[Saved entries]
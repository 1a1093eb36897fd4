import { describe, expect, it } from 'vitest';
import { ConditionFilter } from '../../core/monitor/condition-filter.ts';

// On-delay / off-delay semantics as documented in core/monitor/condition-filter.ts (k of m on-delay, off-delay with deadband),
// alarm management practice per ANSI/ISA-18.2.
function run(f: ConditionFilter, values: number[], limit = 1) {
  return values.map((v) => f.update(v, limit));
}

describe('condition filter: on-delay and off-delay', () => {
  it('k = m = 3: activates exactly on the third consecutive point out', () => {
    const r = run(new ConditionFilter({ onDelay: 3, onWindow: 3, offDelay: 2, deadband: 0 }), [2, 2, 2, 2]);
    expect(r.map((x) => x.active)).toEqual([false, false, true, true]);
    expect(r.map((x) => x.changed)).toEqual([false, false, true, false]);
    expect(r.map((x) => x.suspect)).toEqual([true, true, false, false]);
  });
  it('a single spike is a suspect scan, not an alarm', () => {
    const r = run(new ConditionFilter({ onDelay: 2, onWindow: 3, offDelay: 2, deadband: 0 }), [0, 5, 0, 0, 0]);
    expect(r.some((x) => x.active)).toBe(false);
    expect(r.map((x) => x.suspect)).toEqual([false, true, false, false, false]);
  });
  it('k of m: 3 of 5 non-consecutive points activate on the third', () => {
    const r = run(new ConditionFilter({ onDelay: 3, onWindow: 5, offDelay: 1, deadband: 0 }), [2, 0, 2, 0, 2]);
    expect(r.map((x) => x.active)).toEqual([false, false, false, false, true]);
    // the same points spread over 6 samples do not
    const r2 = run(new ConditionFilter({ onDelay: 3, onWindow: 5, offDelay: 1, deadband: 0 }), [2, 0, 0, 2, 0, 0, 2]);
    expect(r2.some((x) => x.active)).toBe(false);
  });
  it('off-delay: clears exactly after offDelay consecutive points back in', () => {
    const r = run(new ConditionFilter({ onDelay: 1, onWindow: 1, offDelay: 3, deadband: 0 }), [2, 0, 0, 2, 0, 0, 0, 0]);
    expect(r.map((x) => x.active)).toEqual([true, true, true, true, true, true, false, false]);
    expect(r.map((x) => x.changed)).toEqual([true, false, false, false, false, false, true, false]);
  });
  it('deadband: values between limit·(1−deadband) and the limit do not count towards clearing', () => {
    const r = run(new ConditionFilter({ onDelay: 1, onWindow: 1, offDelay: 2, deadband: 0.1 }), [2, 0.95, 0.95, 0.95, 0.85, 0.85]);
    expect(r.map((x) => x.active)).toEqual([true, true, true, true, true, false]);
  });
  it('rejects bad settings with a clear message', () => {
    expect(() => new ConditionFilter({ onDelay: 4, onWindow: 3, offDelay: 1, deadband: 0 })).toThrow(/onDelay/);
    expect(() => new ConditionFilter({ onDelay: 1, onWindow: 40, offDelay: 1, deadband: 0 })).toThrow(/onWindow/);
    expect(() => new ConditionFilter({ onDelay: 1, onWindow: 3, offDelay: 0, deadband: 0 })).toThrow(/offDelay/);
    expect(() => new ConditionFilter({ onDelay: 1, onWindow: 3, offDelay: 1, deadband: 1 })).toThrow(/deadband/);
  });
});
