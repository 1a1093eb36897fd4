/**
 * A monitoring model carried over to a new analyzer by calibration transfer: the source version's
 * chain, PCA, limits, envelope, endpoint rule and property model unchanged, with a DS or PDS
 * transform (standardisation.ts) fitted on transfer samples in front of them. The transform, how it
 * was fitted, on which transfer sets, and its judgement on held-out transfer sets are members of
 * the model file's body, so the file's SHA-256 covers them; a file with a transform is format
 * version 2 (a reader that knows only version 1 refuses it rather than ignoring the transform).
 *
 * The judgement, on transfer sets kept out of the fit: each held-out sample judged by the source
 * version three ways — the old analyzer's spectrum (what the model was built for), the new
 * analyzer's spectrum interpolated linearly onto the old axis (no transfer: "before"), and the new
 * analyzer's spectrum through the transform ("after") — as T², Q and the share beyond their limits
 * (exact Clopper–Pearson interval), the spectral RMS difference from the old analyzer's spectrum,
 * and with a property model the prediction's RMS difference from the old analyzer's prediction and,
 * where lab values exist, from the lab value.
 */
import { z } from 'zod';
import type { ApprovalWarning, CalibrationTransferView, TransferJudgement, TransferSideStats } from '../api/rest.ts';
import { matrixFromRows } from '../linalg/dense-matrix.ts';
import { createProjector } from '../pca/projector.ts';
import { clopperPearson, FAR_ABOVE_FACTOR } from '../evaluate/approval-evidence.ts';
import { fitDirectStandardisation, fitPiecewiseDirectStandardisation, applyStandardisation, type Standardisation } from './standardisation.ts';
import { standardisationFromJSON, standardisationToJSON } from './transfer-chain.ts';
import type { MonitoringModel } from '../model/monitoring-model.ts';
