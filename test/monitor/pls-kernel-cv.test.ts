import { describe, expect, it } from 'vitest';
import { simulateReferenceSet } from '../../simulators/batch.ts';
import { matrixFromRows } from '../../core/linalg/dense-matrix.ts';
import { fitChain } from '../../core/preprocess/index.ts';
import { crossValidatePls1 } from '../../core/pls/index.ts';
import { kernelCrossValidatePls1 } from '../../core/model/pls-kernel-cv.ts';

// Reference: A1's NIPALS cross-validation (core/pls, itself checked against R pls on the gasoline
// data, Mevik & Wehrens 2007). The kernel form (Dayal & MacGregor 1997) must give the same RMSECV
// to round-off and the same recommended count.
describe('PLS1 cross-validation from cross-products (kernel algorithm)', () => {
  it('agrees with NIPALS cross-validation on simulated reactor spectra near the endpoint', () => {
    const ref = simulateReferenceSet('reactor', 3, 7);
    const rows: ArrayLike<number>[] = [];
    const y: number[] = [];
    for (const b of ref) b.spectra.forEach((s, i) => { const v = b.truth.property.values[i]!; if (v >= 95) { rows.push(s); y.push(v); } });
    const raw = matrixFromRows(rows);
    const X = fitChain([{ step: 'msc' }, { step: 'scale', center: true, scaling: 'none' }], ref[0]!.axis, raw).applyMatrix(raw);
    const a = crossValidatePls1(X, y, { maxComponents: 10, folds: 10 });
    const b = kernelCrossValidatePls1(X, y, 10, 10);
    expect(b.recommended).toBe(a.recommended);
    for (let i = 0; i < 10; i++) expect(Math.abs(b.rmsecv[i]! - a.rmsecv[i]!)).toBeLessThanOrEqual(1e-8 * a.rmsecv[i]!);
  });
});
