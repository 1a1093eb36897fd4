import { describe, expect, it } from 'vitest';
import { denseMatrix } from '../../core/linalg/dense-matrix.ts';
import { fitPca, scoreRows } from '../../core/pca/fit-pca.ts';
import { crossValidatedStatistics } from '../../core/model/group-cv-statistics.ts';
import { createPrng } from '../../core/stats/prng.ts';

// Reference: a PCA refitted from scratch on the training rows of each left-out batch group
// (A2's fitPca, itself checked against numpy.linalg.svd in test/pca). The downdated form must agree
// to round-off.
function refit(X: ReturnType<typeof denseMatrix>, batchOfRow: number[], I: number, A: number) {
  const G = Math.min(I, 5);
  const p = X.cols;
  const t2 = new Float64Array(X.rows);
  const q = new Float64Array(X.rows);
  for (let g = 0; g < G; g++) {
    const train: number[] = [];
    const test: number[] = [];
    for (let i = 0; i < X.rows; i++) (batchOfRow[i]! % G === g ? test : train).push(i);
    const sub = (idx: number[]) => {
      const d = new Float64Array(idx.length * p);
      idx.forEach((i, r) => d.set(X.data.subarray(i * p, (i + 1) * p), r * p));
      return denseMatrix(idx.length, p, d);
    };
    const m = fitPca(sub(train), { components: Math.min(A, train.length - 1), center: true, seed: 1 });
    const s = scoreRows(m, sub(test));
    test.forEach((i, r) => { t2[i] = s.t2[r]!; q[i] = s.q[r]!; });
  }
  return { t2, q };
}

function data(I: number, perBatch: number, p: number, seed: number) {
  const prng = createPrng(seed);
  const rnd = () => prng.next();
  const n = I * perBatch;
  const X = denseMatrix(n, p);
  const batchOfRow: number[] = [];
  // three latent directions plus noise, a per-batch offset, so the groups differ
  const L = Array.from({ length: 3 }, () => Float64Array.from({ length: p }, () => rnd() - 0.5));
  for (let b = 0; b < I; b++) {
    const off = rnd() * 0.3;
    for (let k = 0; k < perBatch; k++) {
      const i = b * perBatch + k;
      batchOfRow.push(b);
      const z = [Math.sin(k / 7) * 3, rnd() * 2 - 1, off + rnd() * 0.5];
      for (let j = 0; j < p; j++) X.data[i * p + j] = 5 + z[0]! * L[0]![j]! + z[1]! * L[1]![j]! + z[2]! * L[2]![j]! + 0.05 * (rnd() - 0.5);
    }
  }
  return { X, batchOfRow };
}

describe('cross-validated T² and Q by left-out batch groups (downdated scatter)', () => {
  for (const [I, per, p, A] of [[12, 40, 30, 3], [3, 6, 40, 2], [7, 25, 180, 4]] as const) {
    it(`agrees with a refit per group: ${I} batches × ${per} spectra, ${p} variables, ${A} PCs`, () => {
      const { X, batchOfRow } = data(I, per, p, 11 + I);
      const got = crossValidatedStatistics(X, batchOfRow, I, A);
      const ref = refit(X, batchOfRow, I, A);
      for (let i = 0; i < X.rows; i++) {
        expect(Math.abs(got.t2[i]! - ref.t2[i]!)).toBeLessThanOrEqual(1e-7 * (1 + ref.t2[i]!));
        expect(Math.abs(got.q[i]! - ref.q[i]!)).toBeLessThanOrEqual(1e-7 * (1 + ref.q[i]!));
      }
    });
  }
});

§ Work request:
Working through the records, find each line containing the word "center" and copy it.

§ Result:
    const X = fitChain([{ step: 'msc' }, { step: 'scale', center: true, scaling: 'none' }], ref[0]!.axis, raw).applyMatrix(raw);
    const m = fitPca(sub(train), { components: Math.min(A, train.length - 1), center: true, seed: 1 });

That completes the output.